▸ PROBLEM DESCRIPTION: Return, exactly and in full, the lines of the records below starting at the one with "out, err, env);" and ending at the one with "CHECK(status == 0);", and no other lines.

BEGIN

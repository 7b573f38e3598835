// `tenon train` as a data-parallel team (what `mpirun -np N tenon train`
// does, examples/cli/main.cpp), run in process on every rank: rank 0 alone
// writes and prints, and its model matches one process training with the
// ranks' batches concatenated.
#include <doctest/doctest.h>

#include <cmath>
#include <cstdio>
#include <fstream>
#include <sstream>
#include <string>
#include <vector>

#include <unistd.h>

#include <tenon/distributed/data_parallel.hpp>

#include "cli/cli.hpp"

namespace {

tenon::communicator& cli_world() {
    static tenon::communicator c;
    return c;
}

// An invented hydraulic press: force from pressure, stroke and die.
std::string press_csv(std::size_t rows) {
    tenon::random_engine rng(21);
    std::string csv = "pressure,stroke,die,force\n";
    const char* dies[] = {"flat", "round", "vee"};
    for (std::size_t i = 0; i < rows; ++i) {
        const double pressure = rng.uniform(50.0, 200.0), stroke = rng.uniform(10.0, 80.0);
        const std::size_t die = i % 3;
        const double force = 0.8 * pressure + 0.02 * stroke * stroke + 15.0 * static_cast<double>(die) + rng.normal(0.0, 2.0);
        char line[160];
        std::snprintf(line, sizeof line, "%.6f,%.6f,%s,%.6f\n", pressure, stroke, dies[die], force);
        csv += line;
    }
    return csv;
}

bool exists(const std::string& path) { return std::ifstream(path).good(); }

int run_tool(const std::vector<std::string>& args, tenon::training_team* team, std::string& out_text) {
    std::vector<std::string> all = {"tenon"};
    all.insert(all.end(), args.begin(), args.end());
    std::vector<char*> argv;
    for (auto& a : all) argv.push_back(a.data());
    std::ostringstream out, err;
    tenon_cli::cli_environment env;
    env.team = team;
    const int status = tenon_cli::run_cli(static_cast<int>(argv.size()), argv.data(), out, err, env);
    out_text = out.str() + err.str();
    return status;
}

}  // namespace

TEST_CASE("tenon train on p ranks: rank 0 writes the model, and it equals one process with p times the batch") {
    tenon::communicator& world = cli_world();
    const std::size_t p = world.size();
    // One directory for all ranks (rank 0's process id), so every rank reads the same file.
    std::int64_t id[1] = {world.rank() == 0 ? static_cast<std::int64_t>(::getpid()) : 0};
    double id_value[1] = {static_cast<double>(id[0])};
    world.sum(id_value, 1);
    const std::string dir = "/tmp/tenon_mpi_cli_" + std::to_string(static_cast<long long>(id_value[0]));
    const std::string data = dir + "_press.csv", model = dir + "_ranks.tnm", metrics = dir + "_ranks.json";
    const std::string alone_model = dir + "_alone.tnm";
    if (world.rank() == 0) {
        std::ofstream(data) << press_csv(400);
    }
    world.barrier();

    tenon::mpi_team team(world);
    std::string printed;
    const std::vector<std::string> common = {"train", "--data", data, "--target", "force", "--epochs", "6", "--seed", "3", "--hidden", "12"};
    std::vector<std::string> shared = common;
    for (const char* a : {"--batch", "8"}) shared.emplace_back(a);
    for (const std::string& a : {std::string("--model"), model, std::string("--metrics"), metrics}) shared.push_back(a);
    const int status = run_tool(shared, &team, printed);
    CHECK(status == 0);
    world.barrier();
    if (world.rank() == 0) {
        CHECK(printed.find("model written to " + model) != std::string::npos);
        CHECK(exists(model));
        CHECK(exists(metrics));
    } else {
        CHECK(printed.empty());  // only rank 0 prints
    }

    if (world.rank() == 0) {
        std::vector<std::string> alone = common;
        for (const std::string& a : {std::string("--batch"), std::to_string(8 * p), std::string("--model"), alone_model}) alone.push_back(a);
        std::string alone_printed;
        REQUIRE(run_tool(alone, nullptr, alone_printed) == 0);
        const auto a = tenon::load_model_file<float>(model);
        const auto b = tenon::load_model_file<float>(alone_model);
        REQUIRE(a.weights.size() == b.weights.size());
        double worst = 0.0, largest = 1.0;
        for (std::size_t w = 0; w < a.weights.size(); ++w)
            for (std::size_t i = 0; i < a.weights[w].values.size(); ++i) {
                worst = std::max(worst, std::abs(static_cast<double>(a.weights[w].values.data()[i]) - static_cast<double>(b.weights[w].values.data()[i])));
                largest = std::max(largest, std::abs(static_cast<double>(b.weights[w].values.data()[i])));
            }
        CHECK(worst <= 1e-4 * largest);
        std::printf("tenon train on %zu ranks (batch 8 each) vs one process (batch %zu): max weight difference %.3g\n", p, 8 * p, worst);
        for (const auto& f : {data, model, metrics, alone_model}) std::remove(f.c_str());
    }
    world.barrier();
}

END

▸ TASK OUTPUT:
    const int status = tenon_cli::run_cli(static_cast<int>(argv.size()), argv.data(), out, err, env);
    out_text = out.str() + err.str();
    return status;
}

}  // namespace

TEST_CASE("tenon train on p ranks: rank 0 writes the model, and it equals one process with p times the batch") {
    tenon::communicator& world = cli_world();
    const std::size_t p = world.size();
    // One directory for all ranks (rank 0's process id), so every rank reads the same file.
    std::int64_t id[1] = {world.rank() == 0 ? static_cast<std::int64_t>(::getpid()) : 0};
    double id_value[1] = {static_cast<double>(id[0])};
    world.sum(id_value, 1);
    const std::string dir = "/tmp/tenon_mpi_cli_" + std::to_string(static_cast<long long>(id_value[0]));
    const std::string data = dir + "_press.csv", model = dir + "_ranks.tnm", metrics = dir + "_ranks.json";
    const std::string alone_model = dir + "_alone.tnm";
    if (world.rank() == 0) {
        std::ofstream(data) << press_csv(400);
    }
    world.barrier();

    tenon::mpi_team team(world);
    std::string printed;
    const std::vector<std::string> common = {"train", "--data", data, "--target", "force", "--epochs", "6", "--seed", "3", "--hidden", "12"};
    std::vector<std::string> shared = common;
    for (const char* a : {"--batch", "8"}) shared.emplace_back(a);
    for (const std::string& a : {std::string("--model"), model, std::string("--metrics"), metrics}) shared.push_back(a);
    const int status = run_tool(shared, &team, printed);
    CHECK(status == 0);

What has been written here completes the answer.